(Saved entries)
def progression_flags(
    trends: pd.DataFrame,
    changes: pd.DataFrame,
    projections: pd.DataFrame | None = None,
    within_years: float = DEFAULT_HORIZON_YEARS,
    direction: Mapping[str, int] | None = None,
) -> pd.DataFrame:
    """Flags per (person, measure).

    * progressing_beyond_variability: the last consecutive change is beyond
      measurement variability in the direction of disease (``consecutive_changes``),
      or the slope CI excludes zero in the direction of disease (n >= 3;
      normal-limits.md 7a: with 3 or more scans test the slope).
    * projected_crossing_within_years: ``project_crossings`` gives a crossing no
      later than ``within_years`` after the last study, or reports the fitted line
      already past the threshold.

    Direction of disease per measure: ``DISEASE_DIRECTION`` (wall thickness,
    mass, LA size, ECV, LGE up; e' down; GLS towards zero, i.e. up).  A measure
    without a direction is never flagged.

    Columns (``FLAG_COLUMNS``): person, measure, direction, n, slope, ci_low,
    ci_high, last_change_beyond_towards_disease, slope_ci_towards_disease,
    progressing_beyond_variability, projected_age, projected_crossing_within_years,
    reason (plain text), caution.
    """
    key = list(GROUP_KEYS)
    t = trends[key + ["n", "slope", "ci_low", "ci_high"]].reset_index(drop=True)
    dirn = _direction(t["measure"].to_numpy(dtype=object), direction)
    d = np.nan_to_num(dirn)
    lo = t["ci_low"].to_numpy(dtype=float)
    hi = t["ci_high"].to_numpy(dtype=float)
    slope_flag = np.where(d > 0, lo > 0, np.where(d < 0, hi < 0, False))

    k = len(t)
    proj_frame = projections if projections is not None else t.iloc[:0]
    tkey, ckey, pkey = _key_codes(t, changes, proj_frame)
    tindex = pd.Index(tkey)

    change_flag = np.zeros(k, dtype=bool)
    if len(changes):
        # last change of each series = the one with the greatest to_age
        order = np.lexsort((changes["to_age"].to_numpy(dtype=float), ckey))
        ck = ckey[order]
        last = order[np.r_[ck[1:] != ck[:-1], True]]
        flag = changes["beyond_variability"].to_numpy(dtype=bool)[last] & changes[
            "towards_disease"].to_numpy(dtype=bool)[last]
        pos = tindex.get_indexer(ckey[last])
        change_flag[pos[pos >= 0]] = flag[pos >= 0]
    change_flag &= np.isfinite(dirn)

    proj_age = np.full(k, np.nan)
    proj_flag = np.zeros(k, dtype=bool)
    if len(proj_frame):
        pos = pd.Index(pkey).get_indexer(tkey)  # projections: one row per series
        hit = pos >= 0
        st = np.full(k, "", dtype=object)
        after = np.full(k, np.nan)
        st[hit] = proj_frame["status"].to_numpy(dtype=object)[pos[hit]]
        after[hit] = proj_frame["years_after_last"].to_numpy(dtype=float)[pos[hit]]
        proj_age[hit] = proj_frame["projected_age"].to_numpy(dtype=float)[pos[hit]]
        proj_flag = ((st == "projected") & (after <= within_years)) | (
            st == "fitted line already past threshold")

    progressing = change_flag | slope_flag
    texts = (
        "last change beyond measurement variability towards disease",
        "slope CI excludes zero towards disease",
        f"projected to reach the threshold within {within_years:g} years",
    )
    combos = ["; ".join(x for x, on in zip(texts, (c & 1, c & 2, c & 4)) if on) for c in range(8)]
    combos.append("no direction of disease defined for this measure")
    code = change_flag * 1 + slope_flag * 2 + proj_flag * 4
    code = np.where(np.isfinite(dirn), code, 8)
    reason = np.array(combos, dtype=object)[code]
    return pd.DataFrame(
        {
            "person": t["person"].to_numpy(dtype=object),
            "measure": t["measure"].to_numpy(dtype=object),
            "direction": dirn,
            "n": t["n"].to_numpy(),
            "slope": t["slope"].to_numpy(dtype=float),
            "ci_low": lo,
            "ci_high": hi,
            "last_change_beyond_towards_disease": change_flag,
            "slope_ci_towards_disease": slope_flag,
            "progressing_beyond_variability": progressing,
            "projected_age": proj_age,
            "projected_crossing_within_years": proj_flag,
            "reason": reason,
            "caution": np.full(len(t), CAUTION, dtype=object),
        },
        columns=FLAG_COLUMNS,
    )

* **TASK TO COMPLETE**
All entries must be repeated exactly.

* **EXERCISE SOLUTION**
def progression_flags(
    trends: pd.DataFrame,
    changes: pd.DataFrame,
    projections: pd.DataFrame | None = None,
    within_years: float = DEFAULT_HORIZON_YEARS,
    direction: Mapping[str, int] | None = None,
) -> pd.DataFrame:
    """Flags per (person, measure).

    * progressing_beyond_variability: the last consecutive change is beyond
      measurement variability in the direction of disease (``consecutive_changes``),
      or the slope CI excludes zero in the direction of disease (n >= 3;
      normal-limits.md 7a: with 3 or more scans test the slope).
    * projected_crossing_within_years: ``project_crossings`` gives a crossing no
      later than ``within_years`` after the last study, or reports the fitted line
      already past the threshold.

    Direction of disease per measure: ``DISEASE_DIRECTION`` (wall thickness,
    mass, LA size, ECV, LGE up; e' down; GLS towards zero, i.e. up).  A measure
    without a direction is never flagged.

    Columns (``FLAG_COLUMNS``): person, measure, direction, n, slope, ci_low,
    ci_high, last_change_beyond_towards_disease, slope_ci_towards_disease,
    progressing_beyond_variability, projected_age, projected_crossing_within_years,
    reason (plain text), caution.
    """
    key = list(GROUP_KEYS)
    t = trends[key + ["n", "slope", "ci_low", "ci_high"]].reset_index(drop=True)
    dirn = _direction(t["measure"].to_numpy(dtype=object), direction)
    d = np.nan_to_num(dirn)
    lo = t["ci_low"].to_numpy(dtype=float)
    hi = t["ci_high"].to_numpy(dtype=float)
    slope_flag = np.where(d > 0, lo > 0, np.where(d < 0, hi < 0, False))

    k = len(t)
    proj_frame = projections if projections is not None else t.iloc[:0]
    tkey, ckey, pkey = _key_codes(t, changes, proj_frame)
    tindex = pd.Index(tkey)

    change_flag = np.zeros(k, dtype=bool)
    if len(changes):
        # last change of each series = the one with the greatest to_age
        order = np.lexsort((changes["to_age"].to_numpy(dtype=float), ckey))
        ck = ckey[order]
        last = order[np.r_[ck[1:] != ck[:-1], True]]
        flag = changes["beyond_variability"].to_numpy(dtype=bool)[last] & changes[
            "towards_disease"].to_numpy(dtype=bool)[last]
        pos = tindex.get_indexer(ckey[last])
        change_flag[pos[pos >= 0]] = flag[pos >= 0]
    change_flag &= np.isfinite(dirn)

    proj_age = np.full(k, np.nan)
    proj_flag = np.zeros(k, dtype=bool)
    if len(proj_frame):
        pos = pd.Index(pkey).get_indexer(tkey)  # projections: one row per series
        hit = pos >= 0
        st = np.full(k, "", dtype=object)
        after = np.full(k, np.nan)
        st[hit] = proj_frame["status"].to_numpy(dtype=object)[pos[hit]]
        after[hit] = proj_frame["years_after_last"].to_numpy(dtype=float)[pos[hit]]
        proj_age[hit] = proj_frame["projected_age"].to_numpy(dtype=float)[pos[hit]]
        proj_flag = ((st == "projected") & (after <= within_years)) | (
            st == "fitted line already past threshold")

    progressing = change_flag | slope_flag
    texts = (
        "last change beyond measurement variability towards disease",
        "slope CI excludes zero towards disease",
        f"projected to reach the threshold within {within_years:g} years",
    )
    combos = ["; ".join(x for x, on in zip(texts, (c & 1, c & 2, c & 4)) if on) for c in range(8)]
    combos.append("no direction of disease defined for this measure")
    code = change_flag * 1 + slope_flag * 2 + proj_flag * 4
    code = np.where(np.isfinite(dirn), code, 8)
    reason = np.array(combos, dtype=object)[code]
    return pd.DataFrame(
        {
            "person": t["person"].to_numpy(dtype=object),
            "measure": t["measure"].to_numpy(dtype=object),
            "direction": dirn,
            "n": t["n"].to_numpy(),
            "slope": t["slope"].to_numpy(dtype=float),
            "ci_low": lo,
            "ci_high": hi,
            "last_change_beyond_towards_disease": change_flag,
            "slope_ci_towards_disease": slope_flag,
            "progressing_beyond_variability": progressing,
            "projected_age": proj_age,
            "projected_crossing_within_years": proj_flag,
            "reason": reason,
            "caution": np.full(len(t), CAUTION, dtype=object),
        },
        columns=FLAG_COLUMNS,
    )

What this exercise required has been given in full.